I’ve been reading an interesting book by H.E. Huntley, The Divine Proportion. (Interestingly, although the book was published in 1970, the entire content seems to be available on Google Books.
For some time I’ve been looking at a construction on page 42. (The red line segments have been added by yours truly). [ul]
[li] The chord BA is drawn on the circle. [/li][li] Line PT is constructed to be the same length as the chord BA, and so as to be tangent to the circle at T.[/li][li] Chord BA is extended to meet line PT at P.[/li][/ul]
According to the book, the above conditions mean that:
AP/BA = BA/PB (or, by definition, AP/PT=PT/PB).
Since
BA=AP - BA
this can be rewritten as
BA^2=AP(AP-BA)
and after a little algebraic fiddling,
(AP/AB)^2 - (AP/AB) - 1 = 0,
Which tells us that (AP/AB)=Φ (by the definition of Φ).

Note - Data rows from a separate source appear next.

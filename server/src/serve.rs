//! `loopbal serve`: open (or create) the database, bind, serve until SIGINT or SIGTERM, then
//! finish the requests in flight, close the database and exit.

use std::future::Future;
use std::net::SocketAddr;
use std::time::Duration;

use anyhow::Context;
use axum::Router;
use hyper_util::rt::{TokioIo, TokioTimer};
use hyper_util::server::graceful::GracefulShutdown;
use hyper_util::service::TowerToHyperService;
use tokio::net::TcpListener;

use crate::api::{self, AppState, Limits};
use crate::schedule::{self, Claimant, Schedule};
use crate::service::Service;
use crate::store::{redacted, Store};

pub struct Options {
    pub listen: SocketAddr,
    pub database: String,
    pub limits: Limits,
    pub schedule: Schedule,
    pub claimant: Claimant,
}

/// Log lines go to stderr; `RUST_LOG` chooses what (default: info for loopbal, warn for the
/// libraries).
pub fn init_tracing() {
    let filter = tracing_subscriber::EnvFilter::try_from_default_env().unwrap_or_else(|_| {
        tracing_subscriber::EnvFilter::new("loopbal=info,tower_http=warn,warn")
    });
    let _ = tracing_subscriber::fmt()
        .with_env_filter(filter)
        .with_writer(std::io::stderr)
        .with_ansi(std::io::IsTerminal::is_terminal(&std::io::stderr()))
        .try_init();
}

pub async fn serve(opts: Options) -> anyhow::Result<()> {
    let store = Store::open(&opts.database)
        .await
        .with_context(|| format!("opening the database {}", redacted(&opts.database)))?;
    let service = Service::new(store.clone()).with_claimant(opts.claimant);
    let instance = service.claimant.instance.clone();
    let (stop_tx, stop_rx) = tokio::sync::watch::channel(false);
    let worker = tokio::spawn(schedule::worker(service.clone(), opts.schedule, stop_rx));
    let (router, _) = api::router(AppState::with_service(service, opts.limits));
    let listener = TcpListener::bind(opts.listen)
        .await
        .with_context(|| format!("listening on {}", opts.listen))?;
    let addr = listener.local_addr()?;
    // One plain line on stdout for scripts and tests that started us on port 0.
    println!("loopbal: listening on http://{addr}");
    tracing::info!(%addr, database = %redacted(&opts.database), instance = %instance, "serving");
    serve_http(listener, router, &opts.limits, shutdown_signal()).await;
    // The worker finishes the run it is in (its report is stored whole) and stops.
    let _ = stop_tx.send(true);
    if let Err(e) = worker.await {
        tracing::error!(error = %e, "the scheduler ended abnormally");
    }
    // Every request has been answered and every transaction committed or rolled back; close
    // the pool so SQLite checkpoints its write-ahead log.
    store.close().await;
    tracing::info!("stopped");
    Ok(())
}

/// Serve `router` over HTTP/1 on `listener` until `shutdown` completes; then accept no more
/// connections, let each finish the request it is in (idle ones close at once) and return when
/// all have.
///
/// Served by hand rather than by `axum::serve` for hyper's header read timeout: a client that
/// has not sent its whole request head within `limits.header_timeout` is cut off, and the
/// timer only costs a wake-up, never a thread.
pub async fn serve_http(
    listener: TcpListener,
    router: Router,
    limits: &Limits,
    shutdown: impl Future<Output = ()>,
) {
    let mut http = hyper::server::conn::http1::Builder::new();
    http.timer(TokioTimer::new())
        .header_read_timeout(limits.header_timeout);
    let connections = GracefulShutdown::new();
    let mut shutdown = std::pin::pin!(shutdown);
    loop {
        let stream = tokio::select! {
            accepted = listener.accept() => match accepted {
                Ok((stream, _)) => stream,
                Err(e) => {
                    refused_accept(e).await;
                    continue;
                }
            },
            () = &mut shutdown => break,
        };
        let service = TowerToHyperService::new(router.clone());
        let connection = connections.watch(http.serve_connection(TokioIo::new(stream), service));
        tokio::spawn(async move {
            // A client that went away or was cut off is its own business, not an error of ours.
            if let Err(e) = connection.await {
                tracing::debug!(error = %e, "connection ended");
            }
        });
    }
    drop(listener);
    connections.shutdown().await;
}

/// A failed accept: a connection reset before it was taken is nothing; anything else (out of
/// file descriptors, say) is logged and retried after a pause, so the loop does not spin.
async fn refused_accept(e: std::io::Error) {
    use std::io::ErrorKind::{ConnectionAborted, ConnectionRefused, ConnectionReset};
    if matches!(
        e.kind(),
        ConnectionAborted | ConnectionRefused | ConnectionReset
    ) {
        return;
    }
    tracing::error!(error = %e, "cannot accept a connection");
    tokio::time::sleep(Duration::from_secs(1)).await;
}

async fn shutdown_signal() {
    let interrupt = async {
        if let Err(e) = tokio::signal::ctrl_c().await {
            tracing::error!(error = %e, "cannot listen for SIGINT");
            std::future::pending::<()>().await;
        }
    };
    #[cfg(unix)]
    let terminate = async {
        match tokio::signal::unix::signal(tokio::signal::unix::SignalKind::terminate()) {
            Ok(mut s) => {
                s.recv().await;
            }
            Err(e) => {
                tracing::error!(error = %e, "cannot listen for SIGTERM");
                std::future::pending::<()>().await;
            }
        }
    };
    #[cfg(not(unix))]
    let terminate = std::future::pending::<()>();
    tokio::select! {
        _ = interrupt => {},
        _ = terminate => {},
    }
    tracing::info!("shutting down: finishing requests in flight");
}
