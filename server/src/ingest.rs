//! A batch of readings from a historian, from body to store: every line checked (known tag,
//! RFC 3339 time, finite value, quality word), repeats within the batch refused, the good
//! lines stored in one transaction, and an answer that accounts for every line.
//!
//! HTTP-free, so the service, the demo and the benchmarks post batches the same way
//! (`Service::ingest` adds the scheduler's wake-up and the counts).

use std::collections::{HashMap, HashSet};

use chrono::{DateTime, Utc};
use reconcile::{Quality, Reading};
use serde::Serialize;
use utoipa::ToSchema;

use reconcile::plausible::Kind;

use crate::readings::{self, BadList, BadReading, Format, Place, Problem, ReadingsError};
use crate::revisions::in_effect;
use crate::store::{PlantRow, Store, StoreError};

/// At most this many rejected lines are listed one by one; the count covers them all.
pub const MAX_LISTED_REJECTIONS: usize = 1_000;

/// Bytes of JSON the listed rejections may take: the first lines refused are listed while they
/// fit, so the whole answer stays well under 64 KiB however long the reasons. One rejection
/// takes at most about 4 KiB (four reasons, each quoting at most 200 characters), so at least
/// the first ten are always listed.
pub const LISTED_REJECTIONS_BYTES: usize = 48 * 1024;

/// What the screens need of each meter of one revision (unit, quantity, instrument range), by
/// tag.
type Kinds = HashMap<String, Kind>;

/// The meters a batch may name: every tag of every model revision of the plant (a reading
/// outlives the revision it was taken under). A reading's instrument range is that of the
/// revision in effect at its time (see [`in_effect`]).
#[derive(Debug, Clone)]
pub struct Catalogue {
    known: HashSet<String>,
    /// (effective_from, revision) of each revision, as [`in_effect`] takes them: built once,
    /// not per reading.
    keys: Vec<(DateTime<Utc>, i64)>,
    /// The kinds of each revision's meters, beside `keys`.
    kinds: Vec<Kinds>,
    period_seconds: i64,
}

impl Catalogue {
    /// `None` when the plant has no model yet.
    pub async fn load(store: &Store, plant: &PlantRow) -> Result<Option<Catalogue>, StoreError> {
        let revisions = store.list_revisions(plant).await?;
        let keys: Vec<(DateTime<Utc>, i64)> = revisions
            .iter()
            .map(|r| (r.effective_from, r.revision))
            .collect();
        let Some(now) = in_effect(&keys, Utc::now()) else {
            return Ok(None);
        };
        let current = &revisions[now];
        let period_seconds =
            reconcile::model::parse_period(&current.spec.period).ok_or_else(|| {
                StoreError::Corrupt(format!(
                    "revision {} has period \"{}\"",
                    current.revision, current.spec.period
                ))
            })?;
        let known = revisions
            .iter()
            .flat_map(|r| r.spec.meters.iter().map(|m| m.tag.clone()))
            .collect();
        let kinds = revisions
            .iter()
            .map(|r| {
                r.spec
                    .meters
                    .iter()
                    .filter_map(|m| Some((m.tag.clone(), Kind::of_spec(m)?)))
                    .collect()
            })
            .collect();
        Ok(Some(Catalogue {
            known,
            keys,
            kinds,
            period_seconds,
        }))
    }

    pub fn knows(&self, tag: &str) -> bool {
        self.known.contains(tag)
    }

    /// The kind of the reading's meter in the revision in effect at the reading's time.
    fn kind(&self, r: &Reading) -> Option<&Kind> {
        in_effect(&self.keys, r.time).and_then(|i| self.kinds[i].get(&r.tag))
    }

    /// Outside the range its meter has in the revision in effect at the reading's time, or a
    /// value no meter of its kind could give (the plausibility screen): the stored flag.
    pub fn out_of_range(&self, r: &Reading) -> bool {
        self.flags(r).0
    }

    /// (the stored flag, a value no meter of its kind could give), from one look at the
    /// reading's meter. An implausible reading is stored flagged and never averaged.
    fn flags(&self, r: &Reading) -> (bool, bool) {
        let Some(kind) = self.kind(r) else {
            return (false, false);
        };
        let implausible = kind.screen(r.value).is_some();
        let outside = kind
            .range
            .is_some_and(|[lo, hi]| !(lo..=hi).contains(&r.value));
        (outside || implausible, implausible)
    }
}

/// One refused line and every reason for it.
#[derive(Debug, Clone, Serialize, ToSchema)]
pub struct Rejection {
    /// Physical line of a CSV body (the header is line 1).
    #[serde(skip_serializing_if = "Option::is_none")]
    pub line: Option<u64>,
    /// Index in the `readings` array of a JSON body.
    #[serde(skip_serializing_if = "Option::is_none")]
    pub index: Option<usize>,
    pub reasons: Vec<String>,
}

/// What a batch did to the store, line by line accounted.
#[derive(Debug, Clone, Default, Serialize, ToSchema)]
pub struct IngestAnswer {
    /// Readings new to the store.
    pub accepted: usize,
    /// Stored readings whose value or quality this batch changed (their periods will be run
    /// again).
    pub replaced: usize,
    /// Identical resends: already stored exactly so, nothing changed.
    pub unchanged: usize,
    /// Lines refused, all counted; the first are listed in `rejections` (up to 1,000, as many
    /// as fit in 48 KiB).
    pub rejected: usize,
    /// Stored readings outside their meter's instrument range: kept and flagged (the
    /// implausible ones among them).
    pub out_of_range: usize,
    /// Stored readings no meter of their kind could give (a flow past any plant's throughput,
    /// a composition far outside 0 to 1, ten spans outside the instrument range): kept and
    /// flagged, left out of every period's mean.
    pub implausible: usize,
    /// Stored readings with quality `bad`: kept, not used in any balance.
    pub bad_quality: usize,
    /// The first refused lines, in body order, each with every reason.
    pub rejections: Vec<Rejection>,
}

/// Why a batch as a whole was refused (nothing stored).
#[derive(Debug, thiserror::Error)]
pub enum BatchError {
    #[error("{0}")]
    Unreadable(String),
    /// Checking the batch stopped before it finished (its thread panicked or was cancelled).
    #[error("checking the batch stopped unexpectedly: {0}")]
    Interrupted(String),
    #[error(transparent)]
    Store(#[from] StoreError),
}

/// Check a body (CPU work: call it off the async threads for big bodies).
pub fn check_batch(
    body: &[u8],
    format: Format,
    catalogue: &Catalogue,
) -> Result<Checked, BatchError> {
    let sorted = readings::sort(
        body,
        format,
        &|tag| catalogue.knows(tag),
        MAX_LISTED_REJECTIONS,
    )
    .map_err(|e| match e {
        ReadingsError::File(msg) => BatchError::Unreadable(msg),
        ReadingsError::Bad(_) => BatchError::Unreadable("unreadable batch".into()),
    })?;
    let mut repeats = BadList::new(MAX_LISTED_REJECTIONS);
    let mut good = Vec::with_capacity(sorted.good.len());
    // A second line for one (tag, instant) in one batch is refused, not silently preferred:
    // which of two conflicting values is right is the historian's call. A later batch that
    // resends the instant is a correction and replaces it.
    let mut first: HashMap<(String, DateTime<Utc>), Place> = HashMap::new();
    for (place, reading) in sorted.good {
        match first.get(&(reading.tag.clone(), reading.time)) {
            Some(&earlier) => repeats.push(BadReading {
                place,
                problems: vec![Problem::Repeated { earlier }],
            }),
            None => {
                first.insert((reading.tag.clone(), reading.time), place);
                good.push(reading);
            }
        }
    }
    Ok(Checked {
        good,
        bad: sorted.bad.merge(repeats),
    })
}

/// A checked batch: the readings to store and the refused lines (the first listed, all
/// counted).
#[derive(Debug)]
pub struct Checked {
    pub good: Vec<Reading>,
    pub bad: BadList,
}

/// Store the good readings of a checked batch in one transaction and account for every line.
pub async fn store_batch(
    store: &Store,
    plant: &PlantRow,
    catalogue: &Catalogue,
    checked: Checked,
) -> Result<IngestAnswer, BatchError> {
    let (out_of_range, implausible) = checked.good.iter().fold((0, 0), |(out, odd), r| {
        let (flagged, absurd) = catalogue.flags(r);
        (out + usize::from(flagged), odd + usize::from(absurd))
    });
    let counts = if checked.good.is_empty() {
        Default::default()
    } else {
        store
            .ingest_readings(
                plant,
                &checked.good,
                catalogue.period_seconds,
                &|r: &Reading| catalogue.out_of_range(r),
            )
            .await?
    };
    Ok(IngestAnswer {
        accepted: counts.accepted,
        replaced: counts.replaced,
        unchanged: counts.unchanged,
        rejected: checked.bad.total,
        out_of_range,
        implausible,
        bad_quality: checked
            .good
            .iter()
            .filter(|r| r.quality == Quality::Bad)
            .count(),
        rejections: rejections(&checked.bad.listed),
    })
}

/// The first refused lines as the answer lists them: in order, while they fit in
/// [`LISTED_REJECTIONS_BYTES`] of JSON (the first always does).
fn rejections(bad: &[BadReading]) -> Vec<Rejection> {
    let mut listed = Vec::new();
    let mut bytes = 0;
    for b in bad.iter().take(MAX_LISTED_REJECTIONS) {
        let (line, index) = match b.place {
            Place::Line(n) => (Some(n), None),
            Place::Index(i) => (None, Some(i)),
        };
        let r = Rejection {
            line,
            index,
            reasons: b.problems.iter().map(|p| p.to_string()).collect(),
        };
        // The separating comma included.
        let size = serde_json::to_vec(&r).map_or(usize::MAX, |v| v.len() + 1);
        if !listed.is_empty() && bytes + size > LISTED_REJECTIONS_BYTES {
            break;
        }
        bytes += size;
        listed.push(r);
    }
    listed
}

#[cfg(test)]
mod tests {
    use super::*;

    #[test]
    fn a_batch_refuses_a_second_reading_within_the_same_millisecond() {
        // The store keeps instants to the millisecond: two such readings would be one row.
        let catalogue = Catalogue {
            known: ["F-1".to_string()].into_iter().collect(),
            keys: Vec::new(),
            kinds: Vec::new(),
            period_seconds: 3600,
        };
        let body =
            "tag,time,value\nF-1,2026-03-02T05:00:00.1234Z,1\nF-1,2026-03-02T05:00:00.1239Z,2\n";
        let checked = check_batch(body.as_bytes(), Format::Csv, &catalogue).unwrap();
        assert_eq!(checked.good.len(), 1);
        assert_eq!(checked.good[0].value, 1.0, "the first is kept");
        assert_eq!(
            checked.bad.listed[0].problems,
            [Problem::Repeated {
                earlier: Place::Line(2)
            }]
        );
    }

    fn catalogue(tags: &[&str]) -> Catalogue {
        Catalogue {
            known: tags.iter().map(|t| t.to_string()).collect(),
            keys: Vec::new(),
            kinds: Vec::new(),
            period_seconds: 3600,
        }
    }

    #[test]
    fn a_batch_bad_throughout_lists_its_first_lines_in_order_and_counts_them_all() {
        // Bad lines and repeats interleaved: the listing is by line, whichever the reason.
        let mut body = String::from("tag,time,value\n");
        for k in 0..3_000 {
            if k % 2 == 0 {
                body += &format!("F-1,2026-03-02T05:00:00Z,{k}\n");
            } else {
                body += &format!("F-1,2026-03-02T05:00:00Z,{}\n", "x".repeat(500));
            }
        }
        let checked = check_batch(body.as_bytes(), Format::Csv, &catalogue(&["F-1"])).unwrap();
        assert_eq!(checked.good.len(), 1);
        assert_eq!(checked.bad.total, 2_999);
        assert_eq!(checked.bad.listed.len(), MAX_LISTED_REJECTIONS);
        let lines: Vec<u64> = checked
            .bad
            .listed
            .iter()
            .map(|b| match b.place {
                Place::Line(n) => n,
                Place::Index(_) => unreachable!("a CSV body"),
            })
            .collect();
        let expected: Vec<u64> = (3..3 + MAX_LISTED_REJECTIONS as u64).collect();
        assert_eq!(lines, expected);
        assert!(matches!(
            checked.bad.listed[0].problems[..],
            [Problem::NotANumber(_)]
        ));
        assert!(matches!(
            checked.bad.listed[1].problems[..],
            [Problem::Repeated { .. }]
        ));

        let listed = rejections(&checked.bad.listed);
        let size = serde_json::to_vec(&listed).unwrap().len();
        assert!(size <= LISTED_REJECTIONS_BYTES, "{size}");
        assert!(listed.len() > 10, "{}", listed.len());
        assert!(
            listed[0].reasons[0].ends_with("…\" (500 characters) is not a number"),
            "{:?}",
            listed[0].reasons
        );
    }

    #[test]
    fn the_longest_reasons_still_list_the_first_lines_within_the_budget() {
        // Every field of every line too long and wrong: four reasons each, each cut.
        let long = "\u{202e}".repeat(10_000);
        let mut body = String::from("tag,time,value,quality\n");
        for _ in 0..50 {
            body += &format!("{long},{long},{long},{long}\n");
        }
        let checked = check_batch(body.as_bytes(), Format::Csv, &catalogue(&["F-1"])).unwrap();
        assert_eq!(checked.bad.total, 50);
        let listed = rejections(&checked.bad.listed);
        assert!(listed.len() >= 10, "{}", listed.len());
        assert_eq!(listed[0].line, Some(2));
        assert_eq!(listed[0].reasons.len(), 4);
        let size = serde_json::to_vec(&listed).unwrap().len();
        assert!(size <= LISTED_REJECTIONS_BYTES, "{size}");
        assert!(!listed[0].reasons[0].contains('\u{202e}'));
    }
}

Now I do get the algebraic part of it, but I’m having trouble grasping the geometry. How do we know that AP/BA=BA/PB? If my knowledge of geometry hasn’t entirely dissipated, for that to work, triangle APT has to be similar to triangle PBT. Obviously, both triangles share the vertex and angle at P, so that’s one angle down and one to go (because if I prove that two angles are similar, then the third follows automatically). But I can’t figure out how to prove that the two triangles share a second angle. An issue of major concern is that I would expect the tangentiality of PT to be a necessary component of the derivation, but I can’t see how that would be.
This is all correct. Here is a relevant fact: The inscribed angle (sometimes also called an interior angle) of a circle is half the included arc. In your diagram, angles PTB and PAT are inscribed angles of the same arc, TB.
Evidently there’s something I still need to learn about what “inscribed angle” means, but no doubt your link will help. PAT (or BAT) is obviously inscribed in the arc, but I don’t see how that’s true of the other angle.
Oh, I see your problem now. The angle formed between a chord and a tangent (like BT and PT) is a degenerate case, which is only mentioned in the Wikipedia article but not really explained. If you imagine that PT is not-quite-tangent to the circle, but instead intersects it at two points T[sub]1[/sub] and T[sub]2[/sub], very close together (with T[sub]1[/sub] closer to P), then you can see that angle T[sub]1[/sub]T[sub]2[/sub]B=PT[sub]2[/sub]B is an inscribed angle on arc T[sub]1[/sub]B. You can probably convince yourself that things behave nicely in the tangent limit.
(Alternately, of course you can prove directly that the statement holds when one of the lines is a tangent, but the above argument makes it easy to see why the cases ought to be the same.)
That wasn’t meant to be a proof; that was just motivation to draw a connection between the two cases.
In intro (high-school-level) geometry, the statement (an inscribed angle is half the included arc) would probably be stated and proved as two separate theorems, one where the angle is formed between two secant chords and one with the angle between a secant and a tangent, with no epsilons harmed in either proof (geometry is traditionally taught before calculus, around here at least).